* TASK DESCRIPTION
Starting at the line that contains "panel_y_ = top_;" in the listing below, write out every line word for word until you have written the line that contains "Past the plan's".

* SUPPLIED MATERIAL
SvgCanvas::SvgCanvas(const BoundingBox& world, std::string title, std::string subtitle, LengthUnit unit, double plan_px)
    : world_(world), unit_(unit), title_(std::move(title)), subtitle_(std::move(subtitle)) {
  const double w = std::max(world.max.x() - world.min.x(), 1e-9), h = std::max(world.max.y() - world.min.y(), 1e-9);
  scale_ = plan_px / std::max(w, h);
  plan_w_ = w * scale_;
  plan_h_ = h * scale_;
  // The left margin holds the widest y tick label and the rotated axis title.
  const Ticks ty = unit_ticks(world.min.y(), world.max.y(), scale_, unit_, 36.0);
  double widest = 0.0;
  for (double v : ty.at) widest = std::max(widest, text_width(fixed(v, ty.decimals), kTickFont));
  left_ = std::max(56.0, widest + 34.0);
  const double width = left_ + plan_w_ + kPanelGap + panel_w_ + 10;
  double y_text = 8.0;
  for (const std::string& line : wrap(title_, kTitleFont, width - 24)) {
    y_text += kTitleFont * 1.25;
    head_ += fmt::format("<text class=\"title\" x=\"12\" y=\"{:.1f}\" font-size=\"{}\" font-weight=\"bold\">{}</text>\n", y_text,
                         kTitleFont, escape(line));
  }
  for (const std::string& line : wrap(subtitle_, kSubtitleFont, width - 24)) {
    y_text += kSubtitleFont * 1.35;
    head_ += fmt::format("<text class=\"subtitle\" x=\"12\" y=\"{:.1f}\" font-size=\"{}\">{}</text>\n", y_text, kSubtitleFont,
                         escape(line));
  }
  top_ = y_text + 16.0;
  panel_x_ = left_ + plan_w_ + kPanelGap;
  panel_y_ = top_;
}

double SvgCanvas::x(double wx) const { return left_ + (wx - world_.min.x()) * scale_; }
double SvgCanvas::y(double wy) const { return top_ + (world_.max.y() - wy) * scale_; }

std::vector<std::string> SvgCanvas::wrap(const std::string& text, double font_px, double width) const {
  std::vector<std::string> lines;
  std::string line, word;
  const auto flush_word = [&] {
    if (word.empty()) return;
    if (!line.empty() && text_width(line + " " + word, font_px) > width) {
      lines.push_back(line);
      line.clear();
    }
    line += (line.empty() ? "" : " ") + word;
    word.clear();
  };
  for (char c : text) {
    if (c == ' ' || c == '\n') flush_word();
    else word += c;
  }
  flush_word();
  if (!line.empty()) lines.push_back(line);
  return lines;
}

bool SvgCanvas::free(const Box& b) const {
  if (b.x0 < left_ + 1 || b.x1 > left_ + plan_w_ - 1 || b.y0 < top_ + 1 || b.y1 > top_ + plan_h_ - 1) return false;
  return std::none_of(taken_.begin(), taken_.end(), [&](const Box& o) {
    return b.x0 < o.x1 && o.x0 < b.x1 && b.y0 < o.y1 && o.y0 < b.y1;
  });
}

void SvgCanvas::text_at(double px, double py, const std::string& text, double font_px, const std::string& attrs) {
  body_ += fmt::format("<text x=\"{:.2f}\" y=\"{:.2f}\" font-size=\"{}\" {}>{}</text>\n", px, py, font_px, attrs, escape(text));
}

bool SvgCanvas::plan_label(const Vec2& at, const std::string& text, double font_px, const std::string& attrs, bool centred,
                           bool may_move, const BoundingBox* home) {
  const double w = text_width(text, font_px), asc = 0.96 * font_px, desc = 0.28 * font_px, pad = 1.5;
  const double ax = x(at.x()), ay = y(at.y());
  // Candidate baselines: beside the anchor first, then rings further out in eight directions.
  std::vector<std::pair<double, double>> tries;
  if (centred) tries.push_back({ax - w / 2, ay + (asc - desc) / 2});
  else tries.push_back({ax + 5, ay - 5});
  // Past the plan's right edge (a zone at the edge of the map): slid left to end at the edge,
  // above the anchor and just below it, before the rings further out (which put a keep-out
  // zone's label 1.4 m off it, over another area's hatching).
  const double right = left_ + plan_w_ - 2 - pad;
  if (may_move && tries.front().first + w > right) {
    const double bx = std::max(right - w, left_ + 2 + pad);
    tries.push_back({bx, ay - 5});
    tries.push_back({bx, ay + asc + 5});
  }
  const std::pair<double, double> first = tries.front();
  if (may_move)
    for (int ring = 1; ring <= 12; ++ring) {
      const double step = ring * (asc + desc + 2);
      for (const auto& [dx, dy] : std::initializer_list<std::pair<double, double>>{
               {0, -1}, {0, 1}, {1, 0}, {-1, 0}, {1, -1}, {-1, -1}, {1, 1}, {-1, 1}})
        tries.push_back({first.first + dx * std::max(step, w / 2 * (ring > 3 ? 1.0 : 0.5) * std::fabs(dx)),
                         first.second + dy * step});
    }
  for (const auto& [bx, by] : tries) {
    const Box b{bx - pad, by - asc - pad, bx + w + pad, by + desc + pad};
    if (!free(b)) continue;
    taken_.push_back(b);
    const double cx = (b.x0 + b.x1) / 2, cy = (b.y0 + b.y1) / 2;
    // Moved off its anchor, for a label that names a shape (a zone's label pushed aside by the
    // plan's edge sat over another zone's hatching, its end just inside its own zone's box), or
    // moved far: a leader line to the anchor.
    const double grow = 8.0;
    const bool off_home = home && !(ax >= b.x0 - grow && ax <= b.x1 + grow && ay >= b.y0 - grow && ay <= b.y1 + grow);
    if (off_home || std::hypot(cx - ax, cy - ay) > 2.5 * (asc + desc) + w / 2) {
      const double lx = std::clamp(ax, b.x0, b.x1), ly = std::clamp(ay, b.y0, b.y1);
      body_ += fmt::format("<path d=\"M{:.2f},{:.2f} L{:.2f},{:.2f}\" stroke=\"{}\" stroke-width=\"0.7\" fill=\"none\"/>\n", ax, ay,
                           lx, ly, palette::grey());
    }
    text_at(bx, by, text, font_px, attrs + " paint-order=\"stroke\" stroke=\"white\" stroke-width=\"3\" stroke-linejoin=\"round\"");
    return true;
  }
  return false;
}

* WRITTEN ANSWER
  panel_y_ = top_;
}

double SvgCanvas::x(double wx) const { return left_ + (wx - world_.min.x()) * scale_; }
double SvgCanvas::y(double wy) const { return top_ + (world_.max.y() - wy) * scale_; }

std::vector<std::string> SvgCanvas::wrap(const std::string& text, double font_px, double width) const {
  std::vector<std::string> lines;
  std::string line, word;
  const auto flush_word = [&] {
    if (word.empty()) return;
    if (!line.empty() && text_width(line + " " + word, font_px) > width) {
      lines.push_back(line);
      line.clear();
    }
    line += (line.empty() ? "" : " ") + word;
    word.clear();
  };
  for (char c : text) {
    if (c == ' ' || c == '\n') flush_word();
    else word += c;
  }
  flush_word();
  if (!line.empty()) lines.push_back(line);
  return lines;
}

bool SvgCanvas::free(const Box& b) const {
  if (b.x0 < left_ + 1 || b.x1 > left_ + plan_w_ - 1 || b.y0 < top_ + 1 || b.y1 > top_ + plan_h_ - 1) return false;
  return std::none_of(taken_.begin(), taken_.end(), [&](const Box& o) {
    return b.x0 < o.x1 && o.x0 < b.x1 && b.y0 < o.y1 && o.y0 < b.y1;
  });
}

void SvgCanvas::text_at(double px, double py, const std::string& text, double font_px, const std::string& attrs) {
  body_ += fmt::format("<text x=\"{:.2f}\" y=\"{:.2f}\" font-size=\"{}\" {}>{}</text>\n", px, py, font_px, attrs, escape(text));
}

bool SvgCanvas::plan_label(const Vec2& at, const std::string& text, double font_px, const std::string& attrs, bool centred,
                           bool may_move, const BoundingBox* home) {
  const double w = text_width(text, font_px), asc = 0.96 * font_px, desc = 0.28 * font_px, pad = 1.5;
  const double ax = x(at.x()), ay = y(at.y());
  // Candidate baselines: beside the anchor first, then rings further out in eight directions.
  std::vector<std::pair<double, double>> tries;
  if (centred) tries.push_back({ax - w / 2, ay + (asc - desc) / 2});
  else tries.push_back({ax + 5, ay - 5});
  // Past the plan's right edge (a zone at the edge of the map): slid left to end at the edge,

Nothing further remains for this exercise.